President Joe Biden has done everything he can to foist gun control on the American public, whether anyone wanted it or not.
Time after time, he's issued calls for things like assault weapon bans and magazine restrictions, to say nothing of his countless executive orders seeking to restrict our right to keep and bear arms.
One of his early EOs was an effort to use taxpayer money to push for red flag laws in various states. He knew he couldn't get it through Congress, but he wanted to get as many state legislatures as possible to make it happen.
Mark Chesnut, writing at America's 1st Freedom, has some thoughts on the constitutionality of red flag laws, however.

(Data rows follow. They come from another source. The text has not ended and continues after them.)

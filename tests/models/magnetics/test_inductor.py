"""One inductor evaluated: energy, flux, temperature balance, absent parts."""

from __future__ import annotations

from dataclasses import fields, replace

import numpy as np
import pytest

from models.catalog import Catalog
from models.magnetics.ac_resistance import resistance_ratio
from models.magnetics.build import Build, build
from models.magnetics.gap import gapped_inductance
from models.magnetics.inductor import (
    Inductor,
    InductorDuty,
    InductorMaking,
    dc_resistance,
    inductor,
    where_present,
)
from models.magnetics.sizing import core_ladder, fitting_families, size_inductor
from models.magnetics.two_nodes import Air
from models.magnetics.winding import copper_resistivity

COUNT = 200
POINTS = 3


@pytest.fixture(scope="module")
def built(catalog: Catalog) -> Build:
    """Random materials, conductors and sizes around one duty."""
    rng = np.random.default_rng(7)
    return build(
        catalog,
        size_inductor(
            catalog,
            core_ladder(catalog, fitting_families(catalog, 1)),
            rng.integers(0, len(catalog.core_materials), COUNT),
            rng.integers(0, len(catalog.conductors), COUNT),
            np.full(COUNT, 3e-4),
            np.full(COUNT, 32.0),
            np.full(COUNT, 21.0),
            rng.uniform(0.8, 6.0, COUNT),
            rng.uniform(0.3, 1.0, COUNT),
            rng.uniform(0.3, 1.0, COUNT),
            0.85,
            1.5e-3,
        ),
        1.5e-3,
    )


DUTY = InductorDuty(
    inductance=np.full(COUNT, 3e-4),
    peak_current=np.full(COUNT, 32.0),
    line_current=np.broadcast_to(np.array([5.0, 15.0, 21.0]), (COUNT, POINTS)),
    group_mean_square=np.full((COUNT, POINTS, 2), 1.5),
    group_frequency=np.broadcast_to(np.array([40e3, 80e3]), (COUNT, 2)),
    switched_loss_density=np.full((COUNT, POINTS), 3e4),
    line_frequency_hz=50.0,
    air=Air(50.0, 1.0, np.zeros(COUNT)),
)
MAKING = InductorMaking(labour=3.0, former_wall=1.5e-3, largest_gap_section=2e-3, gap_section_price=0.5)


@pytest.fixture(scope="module")
def found(catalog: Catalog, built: Build) -> Inductor:
    return inductor(catalog, built, DUTY, MAKING)


def test_everything_is_finite_and_positive(found: Inductor) -> None:
    for name, value in vars(found).items():
        assert np.isfinite(value).all(), name
        if name != "gap_share":  # negative where no gap is left to choose
            assert np.all(value >= 0.0), name


def test_flux_from_the_linkage(built: Build, found: Inductor) -> None:
    """N A B = L I: Faraday's law, however the core is made."""
    assert found.flux_density * built.turns * built.area == pytest.approx(DUTY.inductance * DUTY.peak_current)


def test_gap_gives_the_inductance(built: Build, found: Inductor) -> None:
    gapped = (built.material.kind == "gapped") & (found.gap > 0.0) & (found.gap_share < 0.3)
    assert gapped.sum() > 30
    back = gapped_inductance(
        built.turns, found.gap, built.area, built.path, built.material.initial_permeability,
        built.breadth * built.coils, np.maximum(found.gap_sections, 1.0),
    )  # fmt: skip
    assert back[gapped] == pytest.approx(DUTY.inductance[gapped], rel=5e-3)


def test_temperatures_are_in_balance_with_the_losses(
    catalog: Catalog, built: Build, monkeypatch: pytest.MonkeyPatch
) -> None:
    """Each node gives off its loss to the air and to the other node; winding loss at its own temperature.

    With the iteration carried to its end; how far its usual steps stay behind is the next test but one.
    """
    monkeypatch.setattr("models.magnetics.inductor.THERMAL_STEPS", 100)
    found = inductor(catalog, built, DUTY, MAKING)
    surface = 6.4 * built.box_volume[:, None] ** (2.0 / 3.0)
    share = built.winding_surface_share[:, None]
    way = built.clearance / 0.25 + 0.5e-3 / 0.029 + 0.5 * built.layers.height / 1.0
    between = (built.breadth * built.coils * built.inner_length / way)[:, None]

    def given_off(temperature: np.ndarray, area: np.ndarray) -> np.ndarray:
        rise, length = temperature - 50.0, np.cbrt(built.box_volume)[:, None]
        radiated = 0.85 * 5.670374e-8 * ((temperature + 273.15) ** 4 - 323.15**4)
        return area * (1.42 * (rise / length) ** 0.25 * rise + radiated)

    winding, core = found.winding_temperature, found.core_temperature
    across = between * (winding - core)
    below = (winding < 130.0) & (core < 130.0)
    assert below.sum() > 100
    own = given_off(winding, share * surface) + across
    assert own[below] == pytest.approx(found.winding_loss[below], rel=1e-3)
    own = given_off(core, (1.0 - share) * surface) - across
    assert own[below] == pytest.approx(found.core_loss[below], rel=1e-3)
    ratio = resistance_ratio(
        built, DUTY.group_frequency, copper_resistivity(np.array(100.0)), found.gap_sections
    )
    square = DUTY.line_current**2 + np.sum(DUTY.group_mean_square * ratio[:, None], axis=-1)
    cold, hot = (dc_resistance(built, at)[:, None] for at in (0.0, 100.0))
    expected = square * (cold + (hot - cold) * winding / 100.0)
    assert found.winding_loss[below] == pytest.approx(expected[below], rel=5e-3)


def test_core_loss_of_line_loop_and_ripple(built: Build, found: Inductor) -> None:
    """Major loop at the line current's peak flux, and the ripple's loss raised by that premagnetisation."""
    material = built.material
    flux = np.sqrt(2.0) * DUTY.line_current * DUTY.inductance[:, None] / (built.turns * built.area)[:, None]
    major = material.line_loss_w_per_m3[:, None] * flux ** material.line_loss_exponent[:, None]
    bias = np.minimum(flux / (0.5 * material.saturation_t[:, None]), 2.0)
    raised = 3e4 * (1.0 + (material.bias_loss_factor[:, None] - 1.0) * 2.0 / np.pi * bias)
    expected = (major + raised) * (material.loss_factor * built.core_volume)[:, None]
    solid = built.strip_width == 0.0
    assert found.core_loss[solid] == pytest.approx(expected[solid])
    ripple = 2.0 * 1.5 * (DUTY.inductance / (built.turns * built.area)) ** 2 * (40e3 + 80e3)
    across = 388.0 * (built.strip_width * found.gap)[:, None] * (50.0 * flux**2 + ripple[:, None])
    assert found.core_loss[~solid] == pytest.approx((expected + across)[~solid])


def test_temperatures_are_the_fixed_point(
    catalog: Catalog, built: Build, monkeypatch: pytest.MonkeyPatch
) -> None:
    three = inductor(catalog, built, DUTY, MAKING)
    monkeypatch.setattr("models.magnetics.inductor.THERMAL_STEPS", 100)
    many = inductor(catalog, built, DUTY, MAKING)
    below = (many.winding_temperature < 130.0) & (many.core_temperature < 130.0)
    for name in ("winding_temperature", "core_temperature"):
        assert np.abs(getattr(three, name) - getattr(many, name))[below].max() < 0.5, name
    assert three.winding_loss[below] == pytest.approx(many.winding_loss[below], rel=5e-3)


def test_losses_grow_with_current_and_temperature_with_ambient(
    catalog: Catalog, built: Build, found: Inductor
) -> None:
    assert np.all(np.diff(found.winding_loss, axis=-1) > 0.0)
    assert np.all(np.diff(found.core_loss, axis=-1) >= 0.0)
    hotter = inductor(catalog, built, replace(DUTY, air=Air(60.0, 1.0, np.zeros(COUNT))), MAKING)
    sane = (hotter.winding_temperature < 250.0) & (hotter.core_temperature < 250.0)
    assert sane.mean() > 0.5
    for name in ("winding_temperature", "core_temperature"):
        assert np.all((getattr(hotter, name) > getattr(found, name))[sane])
        assert np.all(getattr(found, name) > 50.0)


def test_ripple_only_adds_loss(catalog: Catalog, built: Build, found: Inductor) -> None:
    calm = inductor(catalog, built, replace(DUTY, group_mean_square=np.zeros((COUNT, POINTS, 2))), MAKING)
    assert np.all(calm.winding_loss < found.winding_loss)


def test_price_contains_labour(catalog: Catalog, built: Build, found: Inductor) -> None:
    dearer = inductor(catalog, built, DUTY, replace(MAKING, labour=4.0))
    assert dearer.price - found.price == pytest.approx(1.0 / (1.0 - catalog.cost.wound_part_margin))


def test_price_contains_the_sections_of_the_gap(catalog: Catalog, built: Build, found: Inductor) -> None:
    dearer = inductor(catalog, built, DUTY, replace(MAKING, gap_section_price=1.5))
    further = np.maximum(found.gap_sections - built.coils, 0.0)
    assert further.max() >= 2.0
    assert dearer.price - found.price == pytest.approx(further / (1.0 - catalog.cost.wound_part_margin))


def test_an_absent_inductor_is_harmless() -> None:
    shared = np.array([1.0, 2.0])
    part = Inductor(**{entry.name: shared for entry in fields(Inductor)} | {  # type: ignore[arg-type]
        name: np.stack([shared] * 3, axis=-1) for name in (
            "winding_loss", "core_loss", "winding_temperature", "core_temperature")
    })  # fmt: skip
    found = where_present(part, np.array([True, False]), 55.0)
    assert found.winding_loss[0] == pytest.approx(1.0)
    assert found.volume[0] == 1.0
    assert found.winding_loss[1] == pytest.approx(0.0)
    assert found.volume[1] + found.mass[1] + found.price[1] == 0.0
    assert found.winding_temperature[1] == pytest.approx(55.0)
    assert found.inductance_share[1] > 1.0
    assert where_present(part, np.array([True, True]), 55.0) is part
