@pytest.mark.parametrize(
    ("text", "expected"),
    [
        (DEVICE + "dead_tim_ns = { value = 1, origin = 'x' }", ["'dead_tim_ns'", "'dead_time_ns'"]),
        (DEVICE + "dead_time_ns = { value = 1 }", ["dead_time_ns has no origin"]),
        (DEVICE + "dead_time_ns = { value = 1, origin = '  ' }", ["dead_time_ns has no origin"]),
        (
            DEVICE + "dead_time_ns = { value = -1, origin = 'x' }",
            ["dead_time_s must be greater than zero, got -1e-09"],
        ),
        (DEVICE + "dead_time_ns = { value = nan, origin = 'x' }", ["dead_time_s must not be NaN"]),
        (DEVICE + "dead_time_ns = { value = inf, origin = 'x' }", ["dead_time_s must be finite"]),
        (DEVICE + "dead_time_ns = 150", ["dead_time_ns must be written", "150"]),
        (DEVICE + "dead_time_ns = { value = 'long', origin = 'x' }", ["must be a number", "'long'"]),
        (DEVICE + "dead_time_ns = { value = [1, 2], origin = 'x' }", ["dead_time_s must be one number"]),
        (DEVICE + "dead_time_ns = { value = 1, orign = 'x', origin = 'x' }", ["'orign'", "'origin'"]),
        (
            DEVICE + "dead_time_ns = { value = 1, origin = 'x' }\ndead_time_us = { value = 1, origin = 'x' }",
            ["dead_time_s is given twice"],
        ),
        (DEVICE + "output_charge_nc_per_cm2 = { value = -1, origin = 'x' }", ["must not be negative"]),
        (
            DEVICE + "voltage_use_limit = { value = 1.2, origin = 'x' }",
            ["voltage_use_limit must not exceed 1, got 1.2"],
        ),
        (
            DEVICE + "die_area_max_mm2 = { value = 1, origin = 'x' }",
            ["die_area_min_m2 must not exceed die_area_max_m2"],
        ),
        (
            DEVICE + "turn_on_temperature_coefficient_per_k = { value = 0.02, origin = 'x' }",
            ["energy vanish"],
        ),
        (
            DEVICE + "sheet_gate_charge_nc = { value = 99, origin = 'x' }",
            ["nothing follows", "sheet_die_area_m2"],
        ),
        (
            DEVICE + "gate_unit_power_w = { value = -1, origin = 'x' }",
            ["gate_unit_power_w must not be negative"],
        ),
        (
            DEVICE + "greatest_switching_frequency_khz = { value = 0, origin = 'x' }",
            ["greatest_switching_frequency_hz must be greater than zero"],
        ),
        (
            DEVICE + "switching_energy_nj_per_av = { value = 9, origin = 'x' }\n"
            "turn_on_share = { value = 1.5, origin = 'x' }",
            ["turn_on_share must not exceed 1"],
        ),
        (DEVICE + "device_class = 'vacuum valve'", ["device_class must be one of", "'vacuum valve'"]),
        (DEVICE + "shared_die = 1", ["shared_die must be true or false, got 1"]),
        ('[[devices]]\nname = "x"\nbased_on = "SiC 1201 V"', ["no part called 'SiC 1201 V'", "'SiC 1200 V'"]),
        ("[[devices]]\nshared_die = true", ["needs a name"]),
        ("[[devicez]]\nname = 'x'", ["unknown section 'devicez'", "devices"]),
        ("[devices]\nname = 'x'", ["must be written [[devices]]"]),
        ("[[devices]\n", ["not readable as TOML"]),
        (CAPACITOR.replace("loss_tangent", "# loss"), ["loss_tangent is missing"]),
        ("[cost]\nrating_va = { value = [1, 2], origin = 'x' }", ["must have the same number of entries"]),
        ("[cost]\nchoke_current_a = { value = [50, 10, 200], origin = 'x' }", ["choke_current_a must rise"]),
        (
            '[[core_materials]]\nname = "x"\nbased_on = "amorphous tape 25 um"\n'
            "steinmetz_k = { value = [1, 2], origin = 'x' }",
            ["same number of entries"],
        ),
    ],
)
def test_a_fault_is_one_clear_error(tmp_path: Path, text: str, expected: list[str]) -> None:
    message = refused(tmp_path, text)
    assert message.count("\n") == 0, "one fault, one line"
    assert "own.toml" in message
    for words in expected:
        assert words in message


def test_all_faults_of_a_file_are_reported_at_once(tmp_path: Path) -> None:
    message = refused(
        tmp_path,
        DEVICE
        + "dead_tim_ns = { value = 1, origin = 'x' }\njunction_limit_c = { value = -5, origin = 'x' }\n"
        + CAPACITOR.replace("voltage_rating_v_ac = { value = 275", "voltage_rating_v_ac = { value = 0"),
    )
    assert "'dead_tim_ns'" in message
    assert "junction_limit_c must be greater than zero" in message
    assert "part 'own film box': voltage_rating_v_ac must be greater than zero, got 0" in message


def test_missing_file_is_named(tmp_path: Path) -> None:
    with pytest.raises(ValueError, match=r"nowhere\.toml: no such file"):
        load_catalog([tmp_path / "nowhere.toml"])
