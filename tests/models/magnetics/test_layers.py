"""Layers of a winding: whole turns, whole layers, and whether they can be wound."""

from __future__ import annotations

import math

import numpy as np
import pytest
from hypothesis import given
from hypothesis import strategies as st

from models.catalog import Catalog
from models.magnetics.build import build
from models.magnetics.layers import (
    LEAST_HOLE,
    LITZ_PACKING,
    MOST_LAYERS,
    foil_layers,
    former_wall,
    ring_layers,
    round_layers,
    thickest_round,
)
from models.magnetics.sizing import core_ladder, fitting_families, size_inductor

COUNT = 400
WALL = 1.5e-3


def test_a_winding_counted_by_hand() -> None:
    """45 turns of 1.1 mm in a room of 27 mm by 7 mm: 24 a layer, 2 layers, 2.2 mm high."""
    found = round_layers(np.array([45.0]), np.array([1.1e-3]), np.array([27e-3]), np.array([7e-3]))
    assert found.count.tolist() == [2.0]
    assert found.height == pytest.approx(2.2e-3)
    assert found.share == pytest.approx(24 * 1.1 / 27)  # the full layer takes most of the breadth


def test_a_ring_counted_by_hand() -> None:
    """2 mm wires in a hole of 20 mm: circles of 18 and 14 mm take 28.3 and 22.0 of them, so 40 need two."""
    found = ring_layers(np.array([28.0, 40.0]), np.array([2e-3] * 2), np.array([20e-3] * 2))
    assert found.count.tolist() == [1.0, 2.0]
    assert found.share == pytest.approx(np.array([2.0, 4.0]) / (10.0 * (1.0 - LEAST_HOLE)))


def test_foil_has_one_turn_a_layer() -> None:
    found = foil_layers(np.array([12.0]), np.array([0.25e-3]), np.array([6e-3]))
    assert found.count == 12.0
    assert found.share == pytest.approx(0.5)


@given(st.integers(1, 300), st.floats(5e-3, 0.1), st.floats(1e-3, 0.03))
def test_thickest_wire_fits_and_a_thicker_one_does_not(wires: int, breadth: float, height: float) -> None:
    room = np.array([breadth]), np.array([height])
    number = np.array([float(wires)])
    widest = thickest_round(number, *room)
    assert round_layers(number, widest * (1.0 - 1e-12), *room).share <= 1.0 + 1e-9
    thicker = round_layers(number, 1.01 * widest, *room)
    assert thicker.share > 1.0 or thicker.count > MOST_LAYERS


@given(st.integers(1, 200), st.floats(2e-4, 3e-3), st.floats(5e-3, 0.1), st.floats(1e-3, 0.03))
def test_layers_hold_all_wires_and_are_no_more_than_needed(
    wires: int, diameter: float, breadth: float, height: float
) -> None:
    found = round_layers(*(np.array([value]) for value in (float(wires), diameter, breadth, height)))
    per_layer = max(math.floor(breadth / diameter * (1 + 1e-9)), 1)
    assert (found.count - 1) * per_layer < wires <= found.count * per_layer


def test_walls_of_small_formers_are_thinner() -> None:
    assert former_wall(WALL, np.array([3e-3, 10e-3])) == pytest.approx([0.9e-3, 1.5e-3])


def test_former_leaves_the_bobbin_windows_of_data_sheets() -> None:
    """Bobbin windows of E sets (shared core table, data books, from memory): within 20 %."""
    bare = {"E20": (57.4, 14.76, 34.0), "E42": (256.0, 30.29, 178.0), "E55": (375.6, 38.19, 250.0)}
    for area, breadth, bobbin in bare.values():
        height = area / breadth
        wall = 1e3 * float(former_wall(WALL, np.array(1e-3 * height)))
        assert (breadth - 2.0 * wall) * (height - wall) == pytest.approx(bobbin, rel=0.2)


def test_sized_inductors_can_be_wound(catalog: Catalog) -> None:
    """Layers of nearly all builds fit, whatever is asked for, and litz bundles take no more than the room."""
    rng = np.random.default_rng(5)
    chosen = size_inductor(
        catalog,
        core_ladder(catalog, fitting_families(catalog, 1)),
        rng.integers(0, len(catalog.core_materials), COUNT),
        rng.integers(0, len(catalog.conductors), COUNT),
        np.full(COUNT, 3e-4),
        np.full(COUNT, 32.0),
        np.full(COUNT, 21.0),
        rng.uniform(0.8, 6.0, COUNT),
        rng.uniform(0.3, 1.0, COUNT),
        np.full(COUNT, 1.0),
        0.85,
        WALL,
    )
    found = build(catalog, chosen, WALL)
    assert np.mean(found.layers.share <= 1.0 + 1e-9) > 0.95
    litz = (found.conductor.kind == "litz") & (found.clearance > 0.0)
    bundle = found.strands * (found.strand_diameter * found.conductor.strand_outer_factor) ** 2 / LITZ_PACKING
    square = np.ceil(found.coil_turns) * bundle
    room = (found.breadth - 2.0 * found.clearance) * (found.height - found.clearance)
    fits = found.layers.share <= 1.0 + 1e-9
    assert np.all((square <= room * (1.0 + 1e-9))[litz & fits])
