"""Rules from material-sheet quantities to the fields of a core material."""

from __future__ import annotations

from models.catalog.derivations import Rule

# Iron share of the amorphous cut cores whose areas the shape table lists.
LISTED_CUT_CORE_STACKING = 0.82
LINE_FREQUENCY_HZ = 50.0


def _line_loss_by_steinmetz(k: tuple[float, ...], alpha: tuple[float, ...]) -> float:
    """k f^alpha B^beta of the lowest band, carried on to 50 Hz and 1 T."""
    return float(k[0] * LINE_FREQUENCY_HZ ** alpha[0])


CORE_MATERIAL_RULES: tuple[Rule, ...] = (
    Rule(
        "steinmetz_k",
        ("steinmetz_k_per_kg_and_khz", "steinmetz_alpha", "density_kg_m3"),
        lambda k, alpha, density: tuple(a * density / 1000.0**b for a, b in zip(k, alpha, strict=True)),
        "coefficient in W/kg and kHz times density over 1000^alpha",
    ),
    Rule(
        "line_loss_w_per_m3",
        ("line_loss_w_per_kg", "density_kg_m3"),
        lambda loss, density: loss * density,
        "loss per mass times density",
    ),
    Rule(
        "line_loss_w_per_m3",
        ("steinmetz_k", "steinmetz_alpha"),
        _line_loss_by_steinmetz,
        "extrapolated, Steinmetz law of the lowest band carried on to 50 Hz",
        last_resort=True,
    ),
    Rule(
        "price_per_kg",
        ("strip_price_per_kg", "cut_core_price_factor"),
        lambda strip, factor: strip * factor,
        "strip price times the factor of the finished cut core",
    ),
    Rule(
        "area_factor",
        ("stacking_factor",),
        lambda stacking: stacking / LISTED_CUT_CORE_STACKING,
        "stacking factor over the 0.82 of the listed amorphous cores",
    ),
)
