"""Heat of a wound part: coefficients against handbook laws, balance of two nodes, limits."""

from __future__ import annotations

import numpy as np
import pytest
from hypothesis import given
from hypothesis import strategies as st

from models.catalog import Catalog
from models.magnetics.surface_cooling import still_air_rise
from models.magnetics.two_nodes import (
    OTHER_SHARE,
    Air,
    Nodes,
    forced_coefficient,
    nodes,
    radiation_coefficient,
    rises,
    still_coefficient,
    winding_shares,
)

STILL = Air(40.0, 1.0, np.zeros(1))
BOX = np.array([2.2e-4])  # of an E65 set


def part(between: float = 0.3) -> Nodes:
    return Nodes(np.array([0.013]), np.array([0.009]), np.array([between]), np.array([0.06]))


def settled(parts: Nodes, core: float, winding: float, air: Air = STILL) -> tuple[float, float]:
    losses = np.array([[core]]), np.array([[winding]])
    rise = np.full((2, 1, 1), 50.0)
    forced = forced_coefficient(air, parts.length)
    for _ in range(60):
        rise = rises(parts, air, forced, losses, rise)
    return float(rise[0, 0, 0]), float(rise[1, 0, 0])


@pytest.mark.parametrize("power", [3.0, 6.0, 10.0, 15.0])
def test_close_nodes_meet_the_handbook_rise(power: float) -> None:
    """One node (no resistance between): 450 psi^0.826 K (McLyman) at 20..80 K within 15 %."""
    surface = 6.4 * 2.2e-4 ** (2.0 / 3.0)
    one = Nodes(np.array([0.5 * surface]), np.array([0.5 * surface]), np.array([1e4]), np.cbrt(BOX))
    core, winding = settled(one, 0.5 * power, 0.5 * power, Air(25.0, 1.0, np.zeros(1)))
    assert core == pytest.approx(winding, rel=1e-3)
    assert winding == pytest.approx(float(still_air_rise(np.array(power), np.array(surface))), rel=0.15)


def test_coefficients_by_hand() -> None:
    """50 K over 6 cm: 1.42 (50/0.06)^0.25 = 7.63 W/(m2 K); 75 to 25 degC radiate 0.85 sigma (T^4 - T0^4)/50 =
    6.54; a plate of 6 cm at 2 m/s, air of 70 degC (k 0.0290, nu 2.0e-5, Pr 0.70): Re 6000, Nu 45.7, 22.1.
    """
    assert still_coefficient(np.array(50.0), np.array(0.06), 1.0) == pytest.approx(7.63, rel=2e-3)
    assert radiation_coefficient(np.array(50.0), 25.0) == pytest.approx(6.54, rel=5e-3)
    found = forced_coefficient(Air(25.0, 1.0, np.array([2.0])), np.array([0.06]))
    assert found == pytest.approx(22.1, rel=0.03)


def test_moving_air_halves_the_rise() -> None:
    """Air of 2 m/s about halves the rise of still air (common practice)."""
    still, moving = (settled(part(), 5.0, 8.0, Air(40.0, 1.0, np.array([speed])))[1] for speed in (0.0, 2.0))
    assert moving / still == pytest.approx(0.5, abs=0.12)


@given(st.floats(0.0, 20.0), st.floats(0.0, 20.0), st.floats(0.01, 10.0))
def test_heat_flows_from_the_warmer_node(core: float, winding: float, between: float) -> None:
    cold_core, cold_winding = settled(part(between), core, winding)
    assert cold_core >= 0.0
    assert cold_winding >= 0.0
    given_off = 0.0
    for rise, surface in ((cold_core, 0.013), (cold_winding, 0.009)):
        still = float(still_coefficient(np.array(max(rise, 1e-6)), np.array(0.06), 1.0))
        given_off += surface * rise * (still + float(radiation_coefficient(np.array(rise), 40.0)))
    assert given_off == pytest.approx(core + winding, rel=1e-3, abs=1e-3)


@given(st.floats(1.0, 20.0), st.floats(1.0, 20.0), st.floats(1.1, 4.0))
def test_more_conductance_brings_the_nodes_together(core: float, winding: float, factor: float) -> None:
    loose, tight = settled(part(0.1), core, winding), settled(part(0.1 * factor), core, winding)
    assert abs(tight[0] - tight[1]) <= abs(loose[0] - loose[1]) + 1e-9


def test_thin_air_cools_less() -> None:
    high = Air(40.0, 0.7, np.zeros(1))
    assert settled(part(), 5.0, 8.0, high)[1] > settled(part(), 5.0, 8.0)[1]


def test_surfaces_share_the_box() -> None:
    """5 x 5 x 8.8 cm: 226 cm2, and between core and winding former, air and half the winding in series."""
    share, contact, wall, build = (np.array([value]) for value in (0.4, 4.6e-3, 1.5e-3, 8e-3))
    found = nodes(BOX, share, contact, wall, build)
    assert found.core_surface + found.winding_surface == pytest.approx(226e-4, rel=0.04)
    assert found.winding_surface / found.core_surface == pytest.approx(2.0 / 3.0)
    assert 1.0 / found.between == pytest.approx((1.5e-3 / 0.25 + 0.5e-3 / 0.029 + 4e-3) / 4.6e-3)


def test_every_family_has_its_share(catalog: Catalog) -> None:
    families = np.unique(catalog.core_shapes.column("family"))
    found = winding_shares(families)
    assert np.all((found > 0.0) & (found < 1.0))
    assert winding_shares(np.array(["unheard of"])) == OTHER_SHARE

As we’ve chronicled before, rather than infringing only on the citizenry’s Second Amendment rights with proposals, such as “universal” background checks or “assault-weapons” bans, so-called “red-flag” laws infringe upon Second Amendment rights and the Fourth Amendment’s right to due process under the law. Red-flag laws typically permit the government to seize a person’s firearms and to thereby, at least temporarily, take away a person’s Second Amendment rights. Due process, as in an actual court hearing, perhaps comes later, if at all.
The first time a person finds out that he or she is the subject of such an order might be when law enforcement shows up at their front door to confiscate their firearms. Even if the person later has an opportunity (this is often a very expensive option) to tell their side of the story at a court hearing, the damage to a citizen’s rights and reputation is done the moment the guns are removed.
At this point, Chesnut isn't saying anything we haven't written a few thousand times ourselves.
Red flag laws aren't just a Second Amendment issue, but a due process issue as well. People's rights are stripped from them without a judge ever having laid eyes on the individual and there's no opportunity for one to defend themselves from such an attack.
Not until afterward, anyway, and by then, at least some of the damage is done.
But we also live in a post-Bruen landscape, and that's what drew my attention today.
As the NRA Institute for Legislative Action has noted in the past, aside from due-process concerns, the U.S. Supreme Court decision in the 2022 case New York State Rifle & Pistol Association v. Bruen strongly “suggests that ‘red-flag’ gun-confiscation orders are unconstitutional solely on Second Amendment grounds.”
Justice Clarence Thomas’ opinion declared that, in order for a firearm regulation to pass constitutional muster, it must fit within the text, history and tradition of the Second Amendment right. Specifically, the opinion noted that “[w]hen the Second Amendment’s plain text covers an individual’s conduct, the Constitution presumptively protects that conduct. The government must then justify its regulation by demonstrating that it is consistent with the Nation’s historical tradition of firearm regulation. Only then may a court conclude that the individual’s conduct falls outside the Second Amendment’s ‘unqualified’ command.”
That poses an obvious problem for the constitutionality of red-flag laws. Unfortunately for lawful American gun owners, the president hasn’t shied away from his gun-control schemes just because they might be unconstitutional.
No, he hasn't.
Yet Chesnut brings up a very good point about the odds of these laws surviving post-Bruen scrutiny.
Once, they might have made it on the grounds that the government's interest was sufficient to override the due process or Second Amendment concerns, but now that doesn't fly with gun cases. You have to show that there's some historical analog for disarming someone over a third party's suspicion that they might be dangerous.
I don't think you're going to find one.
What matters now is challenging the law under Second Amendment grounds so that the court has to consider the Bruen decision. Granted, depending on the court, they might just opt to ignore it entirely, but then it goes up the food chain and gets squashed there.
The truth of the matter is that the Constitution doesn't include any provision that rights can be stripped away from someone because they're scary, and that's really what red flag laws seek to do.
May their stay in this nation be brief.